During the Depression, a young New York heiress, Maybelle Iribarnegaray, discovered that her husband was having an affair with Gabrielle. It was 1933. Her husband, Iribe, as Paul Iribarnegaray styled himself, was a thickset Basque with an impenetrable accent who often utilized his incessant womanizing to further his extraordinary talent. Besides the great Sem, Iribe had been the most talented and successful French prewar caricaturist, with a facile and sharp pen. He had then branched out and launched a successful design business, creating furniture, fabrics, wallpaper and jewelry. The success of his business had made him a significant arbiter of taste. Then, one year into the war, having dispensed with his first wife, the actress Jeanne Dirys, who subsequently died of tuberculosis, Iribe left for America, scooped up Maybelle and spent the next ten years in America, most of them in Hollywood.
Iribe worked on some of the legendary Cecil B. de Mille's most important films, including
The Ten Commandments,
the largest-scale film yet made, and was promoted to artistic director of Paramount. By this point, he was also designing dresses and film sets, and was sometimes even directing. Iribe was witty and clever, with an unctuous charm, but he had also gained a reputation for being arrogant and argumentative. One day, when he reacted badly to de Mille's criticism of his sets for
King of Kings
, de Mille had had enough and fired him. Iribe had also had enough, and left Hollywood, returning to France with his wife and her two children. With Maybelle's money, Iribe now opened a shop on rue Faubourg Saint-Honoré—not far from Gabrielle's residence, Hôtel de Lauzan—and reapplied himself to designing furniture and jewelry. He had always been intent on riches, fame and acceptance by society, and was envious of Cocteau, an old acquaintance and colleague, who infiltrated the haut monde with such ease.

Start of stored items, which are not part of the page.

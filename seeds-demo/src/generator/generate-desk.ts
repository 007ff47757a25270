import { In, type DataSource } from 'typeorm';
import { BatchWriter } from './batch-writer';
import {
  claimantRows,
  claimRows,
  generatedPeople,
  type ClaimantRow,
  type DeskSpan,
  type PersonRow,
} from './desk-rows';
import { SeededRandom } from './random';
import { sourceRows, sourcesByTopic, type SourceRow } from './source-rows';
import { withVerdicts, type GeneratedClaim } from './verdict-rows';

export interface DeskOptions {
  claims: number;
  seed: number;
  /** The last filing date; fixed by default so a seed gives the same rows on any day. */
  until: Date;
  years: number;
  /** Published explainers among the claims; by default one claim in twenty. */
  explainers?: number;
}

export const deskDefaults = {
  seed: 1,
  until: new Date('2026-12-01T00:00:00Z'),
  years: 8,
} satisfies Partial<DeskOptions>;

/** Everything one run generates. Claims are produced lazily, in filing order of the stream. */
export interface GeneratedDesk {
  people: PersonRow[];
  claimants: ClaimantRow[];
  sources: SourceRow[];
  claims: Iterable<GeneratedClaim>;
}

/** A claimant makes about 20 claims on average, a source serves about 25. */
const claimantCount = (claims: number) => Math.max(10, Math.ceil(claims / 20));
const sourceCount = (claims: number) => Math.max(20, Math.ceil(claims / 25));
/** A desk publishes an explainer for about one claim in twenty it files. */
export const defaultExplainers = (claims: number) => Math.round(claims / 20);

/**
 * The generated desk as rows, a pure function of its options: the same seed gives the
 * same rows. `people` may be given with the ids they already have in the database.
 */
export function generatedDesk(
  options: DeskOptions,
  people = generatedPeople(SeededRandom.stream(options.seed, 'people'), options),
): GeneratedDesk {
  const span: DeskSpan = { until: options.until, years: options.years };
  const claimants = claimantRows(
    SeededRandom.stream(options.seed, 'claimants'),
    claimantCount(options.claims),
    span,
  );
  const library = sourceRows(SeededRandom.stream(options.seed, 'sources'), {
    ...span,
    count: sourceCount(options.claims),
    people,
  });
  const sources = library.map(({ source }) => source);
  const filed = claimRows(SeededRandom.stream(options.seed, 'claims'), {
    ...span,
    count: options.claims,
    claimants,
    people,
    sourcesByTopic: sourcesByTopic(library),
  });
  const stream = (name: 'workings' | 'verdicts' | 'signoffs' | 'publications') =>
    SeededRandom.stream(options.seed, name);
  return {
    people,
    claimants,
    sources,
    claims: withVerdicts(filed, {
      streams: {
        workings: stream('workings'),
        verdicts: stream('verdicts'),
        signoffs: stream('signoffs'),
        publications: stream('publications'),
      },
      explainers: options.explainers ?? defaultExplainers(options.claims),
      people,
      sources: new Map(sources.map((source) => [source.id, source])),
    }),
  };
}

/** The generator would not run: the database is not in a state it may write to. */
export class GeneratorRefusal extends Error {}

/** Entity names, parents first: the order rows are written in. */
const writeOrder = [
  'User',
  'Claimant',
  'Source',
  'Claim',
  'ClaimTopic',
  'ClaimSource',
  'Working',
  'VerdictVersion',
  'SignoffDecisionRecord',
  'Publication',
];

export interface GenerateResult {
  /** Rows written per entity. */
  written: Record<string, number>;
  seconds: number;
}

/**
 * Writes a generated desk into the database in one transaction, with multi-row INSERTs.
 * Refuses a database that already holds claims unless `append` is set; people are
 * matched by e-mail, so appending reuses the generated desk already there.
 */
export async function generateDesk(
  dataSource: DataSource,
  options: Partial<DeskOptions> & { claims: number; append?: boolean },
): Promise<GenerateResult> {
  const settings: DeskOptions = { ...deskDefaults, ...options };
  const started = performance.now();
  const written = await dataSource.transaction(async (manager) => {
    const [{ claims }] = (await manager.query('SELECT COUNT(*) AS claims FROM claims')) as [
      { claims: string },
    ];
    if (Number(claims) > 0 && !options.append) {
      throw new GeneratorRefusal(
        `The database already holds ${claims} claims: pass --append to add generated ones to them`,
      );
    }
    const fresh = generatedPeople(SeededRandom.stream(settings.seed, 'people'), settings);
    const existing = await manager.getRepository<Pick<PersonRow, 'id' | 'email'>>('User').find({
      select: { id: true, email: true },
      where: { email: In(fresh.map((person) => person.email)) },
    });
    const known = new Map(existing.map((user) => [user.email, user.id]));
    const people = fresh.map((person) => ({ ...person, id: known.get(person.email) ?? person.id }));
    const desk = generatedDesk(settings, people);
    if (await manager.exists('Claimant', { where: { id: desk.claimants[0]!.id } })) {
      throw new GeneratorRefusal(
        `Seed ${settings.seed} was generated into this database already: pass another --seed to add more`,
      );
    }

    const writer = new BatchWriter(manager, writeOrder);
    await writer.add(
      'User',
      people.filter((person) => !known.has(person.email)),
    );
    await writer.add('Claimant', desk.claimants);
    await writer.add('Source', desk.sources);
    for (const generated of desk.claims) {
      await writer.add('Claim', [generated.claim]);
      await writer.add('ClaimTopic', generated.topics);
      await writer.add('ClaimSource', generated.sourceLinks);
      await writer.add('Working', generated.workings);
      await writer.add('VerdictVersion', generated.verdictVersions);
      await writer.add('SignoffDecisionRecord', generated.signoffDecisions);
      await writer.add('Publication', generated.publications);
    }
    await writer.flush();
    return writer.written;
  });
  return { written, seconds: (performance.now() - started) / 1000 };
}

On his return to Paris, Iribe hailed luxury, artisanship and nationalism as the cornerstones of his beliefs. Enslaved to money, he appears to have made and lost it at a great rate. For the moment, however, Iribe made huge sums, acquiring a luxury car, a yacht and a house in Saint-Tropez, the fishing village now transformed into one of the most select playgrounds of the rich. Colette hadn't visited for a while, and friends warned her that it was overrun by “the sort of people photographed by Vogue.” Colette herself was in fact photographed by
Vogue,
but bemoaned the smothering of one of her favorite places with traffic and tourists. One morning, she found a horde of them awaiting her as she left the stationer's, and wrote to a friend, “I didn't hide what I thought of them.”
6
Then Iribe did less well, so his long-suffering wife hustled and found him a commission from Chanel. Maybelle's parents were meanwhile pressuring their daughter to curtail their son-in-law's excessive spending; they were concerned he would bring them to ruin. This, combined with Iribe's serial infidelity, finally brought the marriage to an end, and Maybelle left for America with her two children.
When Gabrielle and Iribe's affair was still a well-kept secret, Colette and her lover, Maurice Goudeket, were inadvertently to discover it. (Gabrielle had met Colette at some point in the early twenties. They never became close, but with a number of friends in common, they met on numerous occasions.) At the end of 1931, “strangled by the Depression,” as Colette put it, and in financial straits—“Great God above, things are difficult for Maurice and me”—they were forced to sell their retreat outside Paris.
La Gerbière was a pleasant house surrounded by trees and high up in the village of Montfort-L'Amaury, where the composer Maurice Ravel lived. Gabrielle came down alone from Paris, and made the deal with Maurice Goudeket to buy the house as they walked around the garden. Colette had had no idea her partner was confirming the purchase of their house until it was all over. She then realized that Gabrielle intended bringing Iribe here for their trysts: “a place for billing and cooing,” as Colette put it.